A counting process is a stochastic process \(\{ N(t), t \in \mathbb{R}_+ \}\) with values that are non-negative, integer and non-decreasing.

The gist of the figure above is that a counting process increases monotonically over time $t \in \mathbb{R}_+$ with integer steps of 1. Mathematically, a counting process $N(t)$ is defined in the following way \(\begin{align} N(t) &= \sum_{k \geq 1} \mathbb{1}_{(T_k, \infty)} (t) \\ \mathbb{1}_{(T_k, \infty)} (t) & = \begin{cases} 1, & \text{if } \ t \geq T_k \\ 0, & \text{if } \ 0 \leq t \leq T_k \\ \end{cases} \end{align}\)

In order to determine $N(t)$ for some specific value of $t$, all you have to do is to compare $t$ to each $T_k$ that you have recorded, and if $t\geq T_k$, add it to $N(t)$. The stochastic part comes from the fact that the jump times $T_k$ are stochastic and follow some distribution.

Bernoulli Distribution

A binary random variable \(X \in \{0,1\}\) follows a Bernoulli distribution if it takes on the value $1$ with probability $p$ and the value $0$ with probability $q=1-p$. More succinctly, we can write \(\begin{align} \mathbb{P}\left[X=0 \right] &= 1-p = q \\ \mathbb{P}\left[X=1 \right] &= p \\ \mathbb{P}\left[X=k \right] &= p^k (1-p)^{1-k} \quad \text{with} \quad k \in \{0,1\} \end{align}\)

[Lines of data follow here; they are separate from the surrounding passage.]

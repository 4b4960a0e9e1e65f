package org.winnow.scorer.network;

/**
 * The forward pass of {@link EmbeddingNetwork} for scoring. Each layer computes its outputs four at a
 * time, in four independent accumulators that share every load of the input, instead of one output's
 * dependent add chain after the other: the JIT keeps the four sums in registers and the additions of
 * different outputs overlap. (Axpy-shaped loops over the output index, with transposed weights, were tried
 * first: at the default widths, 12 and 24, C2 does not vectorise loops that short and they ran slower
 * than the dot products; docs/benchmarks.md, "Scorer speed".)
 *
 * <p>The arithmetic is that of the training pass operation for operation: every output starts from its
 * bias and adds {@code w_i x_i} for {@code i = 0, 1, ...} in the same order, pooling adds the nodes in the
 * same order, so the embedding equals {@link EmbeddingNetwork#forward} bit for bit (tested against it).
 * Without message-passing rounds (the default shape) no node state is stored: each node is encoded and
 * pooled at once. Immutable and thread-safe; the activations live in the caller's {@link Workspace}.
 */
public final class InferenceNetwork {
    private final Architecture arch;
    private final int h;
    private final double[] rowEnc;
    private final double[] rowEncBias;
    private final double[] colEnc;
    private final double[] colEncBias;
    private final double[][] colSelf;
    private final double[][] colMsg;
    private final double[][] colBias;
    private final double[][] rowSelf;
    private final double[][] rowMsg;
    private final double[][] rowBias;
    private final double[] read1;
    private final double[] read1Bias;
    private final double[] read2;
    private final double[] read2Bias;

    /** Copies each layer's weights out of {@code parameters}, laid out as {@code arch} says. */
    public InferenceNetwork(Architecture arch, double[] parameters) {
        this.arch = arch;
        this.h = arch.hidden();
        int f = Architecture.ROW_FEATURES;
        int g = Architecture.COL_FEATURES;
        this.rowEnc = slice(parameters, arch.rowEncW(), h * f);
        this.rowEncBias = slice(parameters, arch.rowEncB(), h);
        this.colEnc = slice(parameters, arch.colEncW(), h * g);
        this.colEncBias = slice(parameters, arch.colEncB(), h);
        int t = arch.rounds();
        colSelf = new double[t][];
        colMsg = new double[t][];
        colBias = new double[t][];
        rowSelf = new double[t][];
        rowMsg = new double[t][];
        rowBias = new double[t][];
        for (int r = 0; r < t; r++) {
            colSelf[r] = slice(parameters, arch.colSelf(r), h * h);
            colMsg[r] = slice(parameters, arch.colMsg(r), h * h);
            colBias[r] = slice(parameters, arch.colBias(r), h);
            rowSelf[r] = slice(parameters, arch.rowSelf(r), h * h);
            rowMsg[r] = slice(parameters, arch.rowMsg(r), h * h);
            rowBias[r] = slice(parameters, arch.rowBias(r), h);
        }
        this.read1 = slice(parameters, arch.readW1(), arch.readout() * arch.pooledWidth());
        this.read1Bias = slice(parameters, arch.readB1(), arch.readout());
        this.read2 = slice(parameters, arch.readW2(), arch.learnedDim() * arch.readout());
        this.read2Bias = slice(parameters, arch.readB2(), arch.learnedDim());
    }

    private static double[] slice(double[] p, int off, int len) {
        return java.util.Arrays.copyOfRange(p, off, off + len);
    }

    /** Runs the forward pass on the graph already encoded in {@code ws}; the result is {@code ws.e}. */
    public void forward(Workspace ws) {
        double[] z = ws.z;
        int rounds = arch.rounds();
        int f = Architecture.ROW_FEATURES;
        int g = Architecture.COL_FEATURES;
        if (rounds == 0) {
            encodeAndPool(rowEnc, rowEncBias, ws.xr, f, ws.rows, ws.node, z, 0);
            encodeAndPool(colEnc, colEncBias, ws.xc, g, ws.cols, ws.node, z, 2 * h);
        } else {
            for (int v = 0; v < ws.rows; v++) {
                dense(rowEnc, rowEncBias, ws.xr, v * f, f, ws.hr[0], v * h, true);
            }
            for (int v = 0; v < ws.cols; v++) {
                dense(colEnc, colEncBias, ws.xc, v * g, g, ws.hc[0], v * h, true);
            }
            for (int t = 0; t < rounds; t++) {
                aggregate(ws.colStart, ws.colEdgeNode, ws.colEdgeWeight, ws.cols, ws.hr[t], ws.ac[t]);
                update(colSelf[t], colMsg[t], colBias[t], ws.cols, ws.hc[t], ws.ac[t], ws.hc[t + 1]);
                aggregate(ws.rowStart, ws.rowEdgeNode, ws.rowEdgeWeight, ws.rows, ws.hc[t + 1], ws.ar[t]);
                update(rowSelf[t], rowMsg[t], rowBias[t], ws.rows, ws.hr[t], ws.ar[t], ws.hr[t + 1]);
            }
            pool(ws.hr[rounds], ws.rows, z, 0);
            pool(ws.hc[rounds], ws.cols, z, 2 * h);
        }
        System.arraycopy(ws.g, 0, z, 4 * h, Architecture.GLOBAL_FEATURES);
        dense(read1, read1Bias, z, 0, arch.pooledWidth(), ws.u, 0, true);
        dense(read2, read2Bias, ws.u, 0, arch.readout(), ws.e, 0, false);
        if (arch.anchored()) {
            ws.e[arch.learnedDim()] = Architecture.ANCHOR_SCALE * ws.h11Estimate;
        }
    }

    /**
     * {@code out[oo + o] = b[o] + sum_i w[o][i] x[xo + i]} ({@code w} row-major, {@code n} inputs, one row
     * per bias), each sum taken with {@code i} ascending; then the ReLU if {@code relu}.
     */
    private static void dense(double[] w, double[] bias, double[] x, int xo, int n, double[] out, int oo,
            boolean relu) {
        int outputs = bias.length;
        int o = 0;
        for (; o + 4 <= outputs; o += 4) {
            double s0 = bias[o];
            double s1 = bias[o + 1];
            double s2 = bias[o + 2];
            double s3 = bias[o + 3];
            int r = o * n;
            for (int i = 0; i < n; i++) {
                double xi = x[xo + i];
                int ri = r + i;
                s0 += w[ri] * xi;
                s1 += w[ri + n] * xi;
                s2 += w[ri + 2 * n] * xi;
                s3 += w[ri + 3 * n] * xi;
            }
            out[oo + o] = s0;
            out[oo + o + 1] = s1;
            out[oo + o + 2] = s2;
            out[oo + o + 3] = s3;
        }
        for (; o < outputs; o++) {
            double s = bias[o];
            int r = o * n;
            for (int i = 0; i < n; i++) {
                s += w[r + i] * x[xo + i];
            }
            out[oo + o] = s;
        }
        if (relu) {
            for (o = 0; o < outputs; o++) {
                out[oo + o] = out[oo + o] > 0 ? out[oo + o] : 0;
            }
        }
    }

    /**
     * Encodes each node into {@code node} and pools it at once: sums into {@code z[off..off+h)}, maxima into
     * {@code z[off+h..off+2h)}, nodes in index order as {@link EmbeddingNetwork}'s pooling adds them.
     */
    private void encodeAndPool(double[] w, double[] bias, double[] x, int f, int nodes, double[] node, double[] z,
            int off) {
        int maxOff = off + h;
        for (int k = 0; k < h; k++) {
            z[off + k] = 0;
            z[maxOff + k] = Double.NEGATIVE_INFINITY;
        }
        for (int v = 0; v < nodes; v++) {
            dense(w, bias, x, v * f, f, node, 0, true);
            for (int k = 0; k < h; k++) {
                // ReLU outputs are +0.0 or positive, so Math.max picks what a strict comparison picks.
                double y = node[k];
                z[off + k] += y;
                z[maxOff + k] = Math.max(z[maxOff + k], y);
            }
        }
    }

    private void aggregate(int[] start, int[] node, double[] weight, int nodes, double[] from, double[] out) {
        for (int v = 0; v < nodes; v++) {
            int oo = v * h;
            for (int k = 0; k < h; k++) {
                out[oo + k] = 0;
            }
            for (int e = start[v]; e < start[v + 1]; e++) {
                double w = weight[e];
                int fo = node[e] * h;
                for (int k = 0; k < h; k++) {
                    out[oo + k] += w * from[fo + k];
                }
            }
        }
    }

    /** {@code out_v = relu(b + sum_i (S[k][i] prev_v[i] + M[k][i] agg_v[i]))}, each pair added first. */
    private void update(double[] self, double[] msg, double[] bias, int nodes, double[] prev, double[] agg,
            double[] out) {
        for (int v = 0; v < nodes; v++) {
            int vo = v * h;
            int k = 0;
            for (; k + 2 <= h; k += 2) {
                double s0 = bias[k];
                double s1 = bias[k + 1];
                int r0 = k * h;
                int r1 = r0 + h;
                for (int i = 0; i < h; i++) {
                    double p = prev[vo + i];
                    double a = agg[vo + i];
                    s0 += self[r0 + i] * p + msg[r0 + i] * a;
                    s1 += self[r1 + i] * p + msg[r1 + i] * a;
                }
                out[vo + k] = s0 > 0 ? s0 : 0;
                out[vo + k + 1] = s1 > 0 ? s1 : 0;
            }
            for (; k < h; k++) {
                double s = bias[k];
                int r = k * h;
                for (int i = 0; i < h; i++) {
                    s += self[r + i] * prev[vo + i] + msg[r + i] * agg[vo + i];
                }
                out[vo + k] = s > 0 ? s : 0;
            }
        }
    }

    private void pool(double[] states, int nodes, double[] z, int off) {
        int maxOff = off + h;
        for (int k = 0; k < h; k++) {
            z[off + k] = 0;
            z[maxOff + k] = Double.NEGATIVE_INFINITY;
        }
        for (int v = 0; v < nodes; v++) {
            int so = v * h;
            for (int k = 0; k < h; k++) {
                double y = states[so + k];
                z[off + k] += y;
                z[maxOff + k] = Math.max(z[maxOff + k], y);
            }
        }
    }
}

For a single binary experiment, the Bernoulli distribution models the probability that each outcome has. But what if we would like to conduct multiple experiments? Enter the Binomial distribution.

Binomial Distribution

Let’s say you want to conduct $n$ experiments with a binary outcome (yes/no, true/false, 1/0 etc) given some probability of success $p$ and some probability of defeat $q=1-p$. Obviously, you can run the $n$ separate experiments and count the number of total successes from your $n$ experiments. The expected number of successes for $n$ trials with a success probability $p$ amounts to $np$. For example, if $n=100$ and $p=0.6$, on average we will obtain $k=60$ successful trials.

But a more interesting question looms in the background. It is certainly nice to know that if we run those $n=100$ trials a million times, we will eventually converge to $k=60$ succesfull runs per $n=100$ trials with a success probability of $p=0.6$. But we shouldn’t forget that each time we run the $n=100$ experiments, we will obtain a different result for \(k \in \{0, n\}\). So it could certainly happen that one run has exactly $k=60$ while the other run has $k=43$.

In the grander scope of things, we would like to know what the probabilities are for each success rate $k$. More specifically, we are interested in the probability of $\mathbb{P}\left[k=60 \right]$ trials versus $\mathbb{P}\left[k=43 \right]$, for example.

This appears to be similar to the Bernoulli distribution except that we do $n$ trials instead of just one trial, \(\begin{align} \mathbb{P}\left[k,n, p \right] &\propto p^k (1-p)^{n-k} \quad \text{with} \quad k \in \{0,n\}. \end{align}\)

The proportional sign was chosen on purpose to denote that this does not denote a valid distribution. We made no assumption with regards to the ordering of the successful trials. All we are interested in is the total number of successful trials and not the order. Naturally, one could simply assume an ordering in which all successful trials occur subsequently and the final $n-k$ trials are the unsuccessful trials. But since the trials are inherently stochastic, it could also occur that the first $n-k$ trials are unsuccessful and only the last $k$ trials are successful or any possible other ordering with $k$ successful trials and $n-k$ unsuccessful trials. Since we are not interested in the ordering, we have to basically sum up all the possibilities of ordering.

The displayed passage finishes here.